Stored data entries
- - -
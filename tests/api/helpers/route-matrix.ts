import request from 'supertest';
import { hasRole } from '../../../shared/schemas/workspace.ts';
import type { ErrorCode } from '../../../shared/errors.ts';
import type { Access } from '../../../server/http/registry.ts';
import { anonymousHeaders, sessionHeaders } from './people.ts';
import { type Caller, type RoleWorld, userOfCaller } from './role-world.ts';

/** A request the route accepts from a caller who has access. */
export interface MatrixRequest {
  /** Concrete path, e.g. `/api/workspaces/${world.workspaceId}/members`. */
  path: string;
  /** JSON body for POST/PUT/PATCH. */
  body?: unknown;
  /** For anything else (multipart uploads, query strings): adjust the request before it is sent. */
  customize?: (req: request.Test) => request.Test;
}

/**
 * How the route × role test calls one route. Keyed by `METHOD /api/path` exactly as declared in
 * the registry (see `routeKey`). `build` runs once per caller, so create a fresh target there
 * (a new invitation to revoke, a new member to remove) rather than reusing one.
 */
export interface MatrixEntry {
  /** The access the product requires, stated independently of the route's declaration; they must agree. */
  access: Access;
  /** Status of a successful call (200, 201, 202, 204). */
  ok: number;
  build: (world: RoleWorld, caller: Caller) => Promise<MatrixRequest> | MatrixRequest;
}
export type MatrixEntries = Record<string, MatrixEntry>;

export interface Expectation {
  status: number;
  code?: ErrorCode;
}

/** What the declared access says this caller gets. */
export function expectedFor(access: Access, caller: Caller, ok: number): Expectation {
  if (access === 'public') return { status: ok };
  if (caller === 'signedOut') return { status: 401, code: 'unauthenticated' };
  if (access === 'user') return { status: ok };
  if (typeof access === 'object') {
    // The stranger administers their own workspace.
    const best = caller === 'stranger' ? 'admin' : caller;
    return hasRole(best, access.anyWorkspace) ? { status: ok } : { status: 403, code: 'forbidden' };
  }
  if (caller === 'stranger') return { status: 404, code: 'not_found' };
  return hasRole(caller, access) ? { status: ok } : { status: 403, code: 'forbidden' };
}

/** Sends the entry's request as `caller`, with a current session (if any) and a valid CSRF token. */
export async function sendAs(world: RoleWorld, method: string, req: MatrixRequest, caller: Caller): Promise<request.Response> {
  const user = userOfCaller(world, caller);
  const headers = user ? await sessionHeaders(world.t, user.id) : anonymousHeaders(world.t);
  const agent = request(world.t.url);
  let r: request.Test = agent[method as 'get' | 'post' | 'put' | 'patch' | 'delete'](req.path).set(headers);
  if (req.customize) r = req.customize(r);
  else if (req.body !== undefined) r = r.send(req.body as object);
  return r;
}
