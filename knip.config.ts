// knip finds unused files, exports and dependencies; `npm run lint` runs it.
export default {
  entry: [
    'server/jobs/heavy-worker.mjs',
    'server/jobs/heavy-tasks.ts',
    'server/fleet/chunk-thread.mjs',
    'server/fleet/chunk-task.ts',
    'bench/sweep-worker.ts',
    'migrations/*.ts',
    'workers/*.ts',
    // reached only through the browser build's alias for 'zod' (vite.config.ts)
    'shared/zod-browser.ts',
    'tests/browser/bench-*.ts',
    'tests/browser/helpers/serve-built-client.ts',
  ],
  project: ['src/**/*.{ts,tsx,css}', 'server/**/*.{ts,mjs}', 'shared/**/*.ts', 'workers/**/*.ts', 'migrations/**/*.ts', 'cli/**/*.ts', 'bench/**/*.ts', 'tests/**/*.ts'],
  ignore: ['tests/lint/fixtures/**'],
  // Debian's package, started by the fleet tests and bench:cluster (server/bench/fleet-processes.ts)
  ignoreBinaries: ['redis-server'],
  // pinned for the drive-fitting work of issue 15's other half, not yet imported on this branch
  ignoreDependencies: ['ml-levenberg-marquardt'],
  ignoreExportsUsedInFile: true,
  // Stylesheets import the fonts and Tailwind: read their @import lines as imports.
  compilers: {
    css: (text: string) => [...text.matchAll(/(?<=@)import[^;]+/g)].join('\n'),
  },
};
- - -
Task goal:
Find the count of lines in the data above where the string "build" occurs. Provide that number alone.

Exercise solution:
3